The introduction to the Deloitte report highlights the CHIPS Act noting the $50+ billion-dollar influx of cash into the domestic technology manufacturing industry. The report provides a high-level overview of how inflation and high-interest rates contribute to the market uncertainly. The report highlights the persistently high rate of job openings, which is continuing to apply wage pressure on employers as there are simply not enough hands to do the work available to contractors.
The ENR Cost report shows some very positive news for those in the non-residential building sector. Most notable is their forecast for Material Cost Index (MCI). In 2022, the MCI showed an 18.6% increase, this index is forecasted at 1.3% for 2023. The overall Building Cost Index is forecasted at 3.8% in 2023. On the material side, ENR is forecasting continued price increases of cement, while steel products are anticipated to continue their downward trend. After an extremely volatile 2021-22, lumber prices are anticipated to stabilize largely due to falling demand from the single-family residential sector.
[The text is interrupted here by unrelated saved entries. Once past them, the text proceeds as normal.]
// Header, layers, line type and colours as ezdxf reads them: version AC1015, $INSUNITS
// and $MEASUREMENT per unit label (DXF reference codes: 0 unitless, 1 in, 2 ft, 4 mm,
// 5 cm, 6 m), every layer with its palette colour's ACI, each ACI the nearest (CIEDE2000)
// to the palette colour in ezdxf's own ACI table, and nothing for ezdxf's audit to call an
// error. The audit does repair one thing on loading: the `dxf` crate writes no handle on
// the seven TABLE heads; any other repair fails the test.
#[test]
fn header_layers_and_colours_read_by_ezdxf() {
    let dz = design(true);
    let l = dz.linkage();
    let dir = tempfile::tempdir().unwrap();
    let cases = [
        ("mm", 4, 1),
        ("cm", 5, 1),
        ("m", 6, 1),
        ("in", 1, 0),
        ("ft", 2, 0),
        ("furlong", 0, 1),
    ];
    let targets = [dz.joints(10.0)[2]];
    let paths: Vec<PathBuf> = cases
        .iter()
        .map(|(label, _, _)| {
            let path = dir.path().join(format!("units-{label}.dxf"));
            let sheet = CadSheet {
                linkage: &l,
                crank_deg: 10.0,
                curve: &[],
                targets: &targets,
                units: label,
            };
            write_dxf(&path, &sheet).unwrap();
            path
        })
        .collect();
    let Some(docs) = read_all(&paths) else {
        return;
    };
    for ((label, units, measurement), doc) in cases.into_iter().zip(&docs) {
        assert_eq!(doc["dxfversion"], "AC1015");
        assert_eq!(doc["insunits"], units, "{label}");
        assert_eq!(insunits(label), units, "{label}");
        assert_eq!(doc["measurement"], measurement, "{label}");
        assert_eq!(doc["audit"]["errors"].as_array().unwrap().len(), 0);
        for fix in doc["audit"]["fixes"].as_array().unwrap() {
            let fix = fix.as_str().unwrap();
            assert!(
                fix.starts_with("Fixed invalid table head handle in table"),
                "{fix}"
            );
        }
        if label != "mm" {
            continue;
        }
        let aci: Vec<Option<Rgb>> = doc["aci_rgb"]
            .as_array()
            .unwrap()
            .iter()
            .map(|c| {
                c.as_array().map(|c| {
                    let ch = |i: usize| u8::try_from(c[i].as_u64().unwrap()).unwrap();
                    Rgb(ch(0), ch(1), ch(2))
                })
            })
            .collect();
        assert_eq!(aci.len(), 256);
        for layer in CadLayer::ALL {
            let found = &doc["layers"][layer.name()];
            let s = layer.swatch();
            assert_eq!(found["color"], s.aci, "{}", layer.name());
            assert_eq!(found["on"], true);
            let want_type = if layer == CadLayer::GroundLine {
                DOTS_LINE_TYPE
            } else {
                "CONTINUOUS"
            };
            assert_eq!(found["linetype"], want_type);
            for ent in doc["entities"].as_array().unwrap() {
                if ent["layer"] == layer.name() {
                    assert_eq!(ent["lineweight"], layer.line_weight());
                }
            }
        }
        // Every swatch but black: its ACI is the nearest in ezdxf's table, and the colour
        // the palette records for it is that table's.
        for s in palette::SWATCHES {
            if s == palette::BLACK {
                assert_eq!(s.aci, 7, "black is drawn with the foreground colour");
                continue;
            }
            assert_eq!(aci[usize::from(s.aci)], Some(s.aci_rgb), "{}", s.name);
            let target = lab(s.rgb);
            let nearest = (1..=255)
                .filter_map(|i| aci[i].map(|c| (i, ciede2000(target, lab(c)))))
                .min_by(|x, y| x.1.total_cmp(&y.1))
                .unwrap();
            assert_eq!(nearest.0, usize::from(s.aci), "{}: {nearest:?}", s.name);
        }
        // The ground line's dots: a dot (length 0) then a gap of DOT_SPACING marker radii.
        let radius = entities(doc, CadLayer::FixedPivots, "CIRCLE")[0]["radius"]
            .as_f64()
            .unwrap();
        let dots = &doc["linetypes"][DOTS_LINE_TYPE];
        let elements: Vec<f64> = dots["elements"]
            .as_array()
            .unwrap()
            .iter()
            .map(|v| v.as_f64().unwrap())
            .collect();
        assert_eq!(elements.len(), 2);
        assert!(elements[0].abs() < 1e-15);
        let gap = crankwright::report::dxf::DOT_SPACING * radius;
        assert!((elements[1] + gap).abs() <= 1e-12 * gap);
        assert!((dots["length"].as_f64().unwrap() - gap).abs() <= 1e-12 * gap);
    }
}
This report is the 9th issuance of the construction inflation report instituted in Q1 of 2021 due to construction economy shocks from the outbreak of COVID. This report along with the eight previous ones serves as one of the most useful sources of information on the state of the Construction Economy.
Regarding supply chain issues, the report conveys positive news with relative availability of most timber and steel goods. On the down side, the report reflects continued bottlenecks on anything with a computer chip and continued shortage of labor, which will likely lead to increasing wages for labor in 2023.
Notably, the report provides advice to owners related to the current market conditions: “Owners need to recognize that fast-changing materials costs and availability require a quick decision regarding bids and requests for changes. For new and planned projects, owners should expect quite different pricing from previous estimates. They may want to consider building in more flexibility regarding design, timing, or cost-sharing. Contractors need, more than ever, to closely monitor costs and delivery schedules for materials and to communicate information with owners, both before submitting bids and throughout the construction process. Materials prices do eventually reverse course. Owners and contractors alike will benefit when that happens. Until then, cooperation and communication can help reduce the damage.”